The lack of thrill is compounded by the fact that LBP‘s famously floaty physics are preserved unapologetically and used throughout the racing experience. Cars feel unwieldy and lacking in traction, and jumping is an oddly slow affair. It’s not enough to be a massive problem, but the physics are just loose enough to give the whole game a strange, waxy feeling.
Online play makes things a bit more interesting, though only marginally so. The multiplayer aspect runs smoothly, and a cool voting system offers up three stages pulled up at random for players to choose. The randomized aspect makes the next race a consistent surprise, but it can offer up poorly designed courses just as often as good ones, and can even change the controls without warning the players.

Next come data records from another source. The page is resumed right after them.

def _diffusion(args, model: str) -> CommandResult:
    from phantomlab.transport import diffusion

    scattering, which, g = _scattering(args)
    if which == "mus" and g is None:
        raise InputError("--mus-per-mm needs --g to give the reduced scattering musp = mus (1 - g)")
    count, lists = _common_inputs(args, scattering, g)
    musp = lists["scattering"]
    if which == "mus":  # μs′ = μs (1 − g)
        _check_g(lists["g"], args.g)
        musp = musp * (1.0 - lists["g"])
    n_outside = _number(args.n_outside, "--n-outside")
    common = dict(mua_per_mm=lists["mua"], musp_per_mm=musp, n=lists["n"], n_outside=n_outside)
    payload = {
        "kind": args.kind,
        "model": model,
        "mua_per_mm": lists["mua"],
        "musp_per_mm": musp,
        "n": lists["n"],
        "n_outside": n_outside,
        "reflectance_convention": REFLECTANCE_CONVENTION,
    }
    if lists["wavelength"] is not None:
        payload["wavelength_nm"] = lists["wavelength"]
    if args.kind == "srdr":
        if args.rho_mm is None:
            raise InputError("--kind srdr needs --rho-mm LIST (source-detector distances in mm)")
        rho = _list(args.rho_mm, "--rho-mm")
        check_limit("forward_points", count * rho.size, given=f"{count} entries x {rho.size} distances")
        boundary = args.boundary or diffusion.DEFAULT_BOUNDARY[model]
        values = diffusion.srdr_reflectance(rho_mm=rho, model=model, boundary=boundary, **common)
        if model == "farrell1992":
            _warn_flux_only_mismatch(lists["n"], n_outside)
        payload.update(boundary=boundary, rho_mm=rho, reflectance_per_mm2=np.reshape(values, (count, rho.size)))
        text = _grid_table("rho_mm", rho, "R [1/mm^2]", payload["reflectance_per_mm2"], payload)
        text += f"\n(R {REFLECTANCE_CONVENTION})"
    elif args.kind == "sfdi":
        if args.fx_per_mm is None:
            raise InputError("--kind sfdi needs --fx-per-mm LIST (spatial frequencies in 1/mm)")
        fx = _list(args.fx_per_mm, "--fx-per-mm")
        check_limit("forward_points", count * fx.size, given=f"{count} entries x {fx.size} frequencies")
        boundary = args.boundary or "groenhuis1983"
        values = diffusion.sfdi_reflectance(fx_per_mm=fx, boundary=boundary, model=model, **common)
        payload.update(boundary=boundary, fx_per_mm=fx, reflectance=np.reshape(values, (count, fx.size)))
        text = _grid_table("fx_per_mm", fx, "R [-]", payload["reflectance"], payload)
        text += f"\n(R {REFLECTANCE_CONVENTION})"
    else:
        boundary = args.boundary or diffusion.DEFAULT_BOUNDARY[model]
        values = diffusion.total_diffuse_reflectance(model=model, boundary=boundary, **common)
        payload.update(boundary=boundary, diffuse_reflectance=np.reshape(values, (count,)))
        text = _entry_table(payload, ["diffuse_reflectance"])
    return CommandResult(payload=payload, text=text)


def _warn_flux_only_mismatch(n, n_outside: float) -> None:
    from phantomlab.transport.diffusion import FLUX_ONLY_MAX_INDEX_MISMATCH

    relative = np.asarray(n, float) / n_outside
    off = relative[np.abs(relative - 1.0) > FLUX_ONLY_MAX_INDEX_MISMATCH]
    if off.size:
        warnings.warn(
            f"srdr model farrell1992 (flux only) at n/n_outside = {off[np.argmax(np.abs(off - 1))]:.3g}: at a "
            f"mismatched surface it reads 8-21 % below Monte Carlo at 3-8 transport mean free paths "
            f"(n = 1.4 in air); --model kienle1997 is within 1-5 % there",
            PhantomlabWarning,
            stacklevel=2,
        )


def _slab_scattering(args):
    scattering, which, g = _scattering(args)
    if g is None:
        raise InputError(f"--kind {args.kind} needs --g (Henyey-Greenstein anisotropy)")
    count, lists = _common_inputs(args, scattering, g)
    g_values = lists["g"]
    _check_g(g_values, args.g)
    mus = lists["scattering"] / (1.0 - g_values) if which == "musp" else lists["scattering"]
    return count, lists, mus, g_values


def _slide_pair(args):
    """None, one index for both faces, or a tuple (top, bottom) from --n-slide and --slides."""
    if args.n_slide is None:
        return None
    index = _number(args.n_slide, "--n-slide")
    return {"both": index, "top": (index, None), "bottom": (None, index)}[args.slides]


def _slab(args) -> CommandResult:
    from phantomlab.transport.adding_doubling import slab_reflectance_transmittance

    count, lists, mus, g = _slab_scattering(args)
    if args.thickness_mm is None:
        raise InputError("--kind slab needs --thickness-mm D (sample thickness in mm)")
    thickness = _number(args.thickness_mm, "--thickness-mm")
    n_outside = _number(args.n_outside, "--n-outside")
    n_slide = _slide_pair(args)
    result = slab_reflectance_transmittance(
        mua_per_mm=lists["mua"],
        mus_per_mm=mus,
        g=g,
        thickness_mm=thickness,
        n=lists["n"],
        n_outside=n_outside,
        n_slide=n_slide,
        slide_thickness_mm=_number(args.slide_thickness_mm, "--slide-thickness-mm"),
        slide_mua_per_mm=_number(args.slide_mua_per_mm, "--slide-mua-per-mm"),
        incidence=args.incidence,
    )
    payload = {
        "kind": "slab",
        "model": "adding-doubling",
        "incidence": args.incidence,
        "mua_per_mm": lists["mua"],
        "mus_per_mm": mus,
        "g": g,
        "musp_per_mm": mus * (1.0 - g),
        "n": lists["n"],
        "n_outside": n_outside,
        "thickness_mm": thickness,
        "n_slide": None if args.n_slide is None else _number(args.n_slide, "--n-slide"),
        "slides": None if args.n_slide is None else args.slides,
        "quadrature_points": result.quadrature_points,
    }
    if lists["wavelength"] is not None:
        payload["wavelength_nm"] = lists["wavelength"]
    for key in _SLAB_KEYS:
        payload[key] = np.reshape(getattr(result, key), (count,))
    text = _entry_table(payload, ["total_reflectance", "specular_reflectance", "total_transmittance",
                                  "unscattered_transmittance"])
    return CommandResult(payload=payload, text=text)


def _monte_carlo(args, estimator: str) -> CommandResult:
    try:
        from phantomlab.transport.montecarlo import simulate
    except ImportError as exc:  # the engine is a separate module of the transport layer
        raise InputError(f"the Monte Carlo engine is not available here ({exc})") from None

    count, lists, mus, g = _slab_scattering(args)
    if args.incidence != "collimated":
        raise InputError("--kind mc models a normally incident pencil beam; --incidence diffuse is for --kind slab")
    if _number(args.slide_mua_per_mm, "--slide-mua-per-mm") != 0.0:
        raise InputError("--kind mc takes clear slides only; --slide-mua-per-mm is for --kind slab")
    if args.photons is None:
        raise InputError("--kind mc needs --photons N (photons launched per entry)")
    if args.photons < 1:
        raise InputError(f"--photons must be a whole number >= 1, got {args.photons}")
    check_limit("mc_photons", args.photons * count, given=f"--photons {args.photons} x {count} entries")
    thickness = None if args.thickness_mm is None else _number(args.thickness_mm, "--thickness-mm")
    rho = _list(args.rho_mm, "--rho-mm")
    if rho is not None:
        check_limit("forward_points", count * rho.size, given=f"{count} entries x {rho.size} distances")
    time = _list(args.time_ps, "--time-ps")
    if time is not None and rho is not None:
        check_limit("forward_points", count * rho.size * time.size,
                    given=f"{count} entries x {rho.size} distances x {time.size} times")
    n_outside = _number(args.n_outside, "--n-outside")
    n_slide = _slide_pair(args)
    shown = _Progress(total=args.photons * count)
    runs = [
        simulate(
            mua_per_mm=float(lists["mua"][k]),
            mus_per_mm=float(mus[k]),
            g=float(g[k]),
            n=float(lists["n"][k]),
            n_outside=n_outside,
            thickness_mm=thickness,
            rho_mm=rho,
            time_ps=time,
            photons=args.photons,
            seed=args.seed,
            threads=args.threads,
            estimator=estimator,
            n_slide=n_slide,
            progress=shown.entry(k, args.photons),
        )
        for k in range(count)
    ]
    shown.close()
    payload = {
        "kind": "mc",
        "model": estimator,
        "estimator": estimator,
        "mua_per_mm": lists["mua"],
        "mus_per_mm": mus,
        "g": g,
        "musp_per_mm": mus * (1.0 - g),
        "n": lists["n"],
        "n_outside": n_outside,
        "thickness_mm": thickness,
        "n_slide": None if args.n_slide is None else _number(args.n_slide, "--n-slide"),
        "slides": None if args.n_slide is None else args.slides,
        "photons": int(args.photons),
        "seed": int(args.seed),
        "threads": runs[0].threads,
        "seconds": float(sum(run.seconds for run in runs)),
        "seconds_each": [float(run.seconds) for run in runs],
        "figure_of_merit": [float(run.figure_of_merit) for run in runs],
        "interactions": [int(run.interactions) for run in runs],
    }
    if lists["wavelength"] is not None:
        payload["wavelength_nm"] = lists["wavelength"]
    for key in _SLAB_KEYS:
        payload[key] = np.array([float(getattr(run, key)) for run in runs])
        sd = f"{key}_sd"
        if hasattr(runs[0], sd):
            payload[sd] = np.array([float(getattr(run, sd)) for run in runs])
    columns = ["total_reflectance", "specular_reflectance", "total_transmittance"]
    text = _entry_table(payload, columns, with_sd=True)
    if rho is not None:
        payload["rho_mm"] = rho
        payload["reflectance_per_mm2"] = np.array([run.reflectance_per_mm2 for run in runs])
        payload["reflectance_per_mm2_sd"] = np.array([run.reflectance_per_mm2_sd for run in runs])
        payload["reflectance_convention"] = REFLECTANCE_CONVENTION
        text += "\n" + _grid_table("rho_mm", rho, "R [1/mm^2]", payload["reflectance_per_mm2"], payload)
        text += f"\n(R {REFLECTANCE_CONVENTION}; annulus averages)"
    if time is not None:
        payload["time_ps"] = time
        for key in ("reflectance_per_mm2_per_ps", "transmittance_per_mm2_per_ps"):
            if getattr(runs[0], key) is not None:
                payload[key] = np.array([getattr(run, key) for run in runs])
                payload[key + "_sd"] = np.array([getattr(run, key + "_sd") for run in runs])
        text += f"\ntime-resolved tallies on {time.size} time bins: in the JSON (reflectance_per_mm2_per_ps)"
    text += (
        f"\n{args.photons} photons per entry, seed {args.seed}, {payload['seconds']:.3g} s simulated"
        " (compilation excluded)"
    )
    return CommandResult(payload=payload, text=text)


class _Progress:
    """Progress of a Monte Carlo command on stderr, once it has run for two seconds.

    On a terminal one line is rewritten in place (at most once a second); otherwise a line is
    printed every ten per cent, or every minute.  stdout stays untouched (the ``--json`` contract).
    """

    def __init__(self, *, total: int, stream=None, after_s: float = 2.0) -> None:
        self.total = max(int(total), 1)
        self.stream = stream if stream is not None else sys.stderr
        self.after_s = after_s
        self.started = time.monotonic()
        self.last_fraction = 0.0
        self.shown_at = self.started
        self.printed = False
        self.tty = bool(getattr(self.stream, "isatty", lambda: False)())

    def entry(self, index: int, photons: int):
        def report(done: int, _total: int) -> None:
            self.show(index * photons + done)

        return report

    def show(self, done: int) -> None:
        now = time.monotonic()
        elapsed = now - self.started
        if elapsed < self.after_s:
            return
        fraction = done / self.total
        if self.printed and fraction < 1.0:
            if self.tty and now - self.shown_at < 1.0:
                return
            if not self.tty and fraction - self.last_fraction < 0.1 - 1e-9 and now - self.shown_at < 60.0:
                return
        left = elapsed * (1.0 - fraction) / fraction if fraction > 0 else float("nan")
        line = (f"Monte Carlo: {100 * fraction:3.0f} % of {self.total:,} photons, {elapsed:.0f} s,"
                f" about {left:.0f} s left (Ctrl-C stops)")
        self.stream.write(("\r" + line) if self.tty else line + "\n")
        self.stream.flush()
        self.printed, self.last_fraction, self.shown_at = True, fraction, now

    def close(self) -> None:
        if self.printed and self.tty:
            self.stream.write("\n")
            self.stream.flush()


# ---- readable output ------------------------------------------------------------------------


def _labels(payload) -> list[str]:
    count = len(payload["mua_per_mm"])
    if "wavelength_nm" in payload:
        return [f"{w:g} nm" for w in payload["wavelength_nm"]]
    return [f"#{k + 1}" for k in range(count)]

Still, the game is already filling up with user-created courses, running the gamut between insipid and inventive. Time will tell if there are enough players to keep the game ticking, but right now there seems to be a healthy batch of offerings to choose from, and folks are quickly finding ways to put a unique spin on things. One user has managed to craft a water course, complete with boats. The water physics don’t react to the boats, making the whole level look odd, but it’s a promising start. For those that do manage to find the gameplay aspect compelling, there’s a solid amount of content to check out.
LittleBigPlanet Karting may be worth checking out for fans of the series, but experienced kart lovers can happily skip it. While the creation mode is a potentially engrossing concept, it’s not really anything that hasn’t already been done, and the racing itself is almost antediluvian in nature.
It’s not a bad game by any stretch of the imagination, and can even manage to be quite fun in the right environment, but it’s altogether a fairly meaningless release that seems to exist just to ensure Sony has something out in time for the holiday season that isn’t All-Stars.
I felt sorry for ModNation Racers when LBP Karting was released, but now I just kind of feel bad for both of them.